• [TRY IT]: In the records below, find the line containing "type FieldArguments, fieldSource". Restate it and all the lines after it exactly, and omit the rest.

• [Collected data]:
Content starts
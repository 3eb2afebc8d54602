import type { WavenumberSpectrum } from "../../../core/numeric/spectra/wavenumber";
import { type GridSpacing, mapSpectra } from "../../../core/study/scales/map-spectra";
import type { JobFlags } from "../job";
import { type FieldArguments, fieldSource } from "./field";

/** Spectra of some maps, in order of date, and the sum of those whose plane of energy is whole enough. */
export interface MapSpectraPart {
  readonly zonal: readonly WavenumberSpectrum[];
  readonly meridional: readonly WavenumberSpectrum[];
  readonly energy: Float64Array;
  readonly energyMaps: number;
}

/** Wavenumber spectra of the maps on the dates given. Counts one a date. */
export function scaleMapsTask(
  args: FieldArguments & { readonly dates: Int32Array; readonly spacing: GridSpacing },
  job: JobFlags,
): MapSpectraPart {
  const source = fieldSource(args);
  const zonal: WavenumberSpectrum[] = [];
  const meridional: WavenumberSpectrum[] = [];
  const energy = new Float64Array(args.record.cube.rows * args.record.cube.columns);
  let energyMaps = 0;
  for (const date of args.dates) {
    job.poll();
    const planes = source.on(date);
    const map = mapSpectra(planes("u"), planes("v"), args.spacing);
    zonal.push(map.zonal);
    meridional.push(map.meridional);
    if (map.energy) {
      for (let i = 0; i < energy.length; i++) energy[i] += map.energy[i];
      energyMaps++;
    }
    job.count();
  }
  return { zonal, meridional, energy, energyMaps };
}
Content ends
• [RESPONSE]:
import { type FieldArguments, fieldSource } from "./field";

/** Spectra of some maps, in order of date, and the sum of those whose plane of energy is whole enough. */
export interface MapSpectraPart {
  readonly zonal: readonly WavenumberSpectrum[];
  readonly meridional: readonly WavenumberSpectrum[];
  readonly energy: Float64Array;
  readonly energyMaps: number;
}

/** Wavenumber spectra of the maps on the dates given. Counts one a date. */
export function scaleMapsTask(
  args: FieldArguments & { readonly dates: Int32Array; readonly spacing: GridSpacing },
  job: JobFlags,
): MapSpectraPart {
  const source = fieldSource(args);
  const zonal: WavenumberSpectrum[] = [];
  const meridional: WavenumberSpectrum[] = [];
  const energy = new Float64Array(args.record.cube.rows * args.record.cube.columns);
  let energyMaps = 0;
  for (const date of args.dates) {
    job.poll();
    const planes = source.on(date);
    const map = mapSpectra(planes("u"), planes("v"), args.spacing);
    zonal.push(map.zonal);
    meridional.push(map.meridional);
    if (map.energy) {
      for (let i = 0; i < energy.length; i++) energy[i] += map.energy[i];
      energyMaps++;
    }
    job.count();
  }
  return { zonal, meridional, energy, energyMaps };
}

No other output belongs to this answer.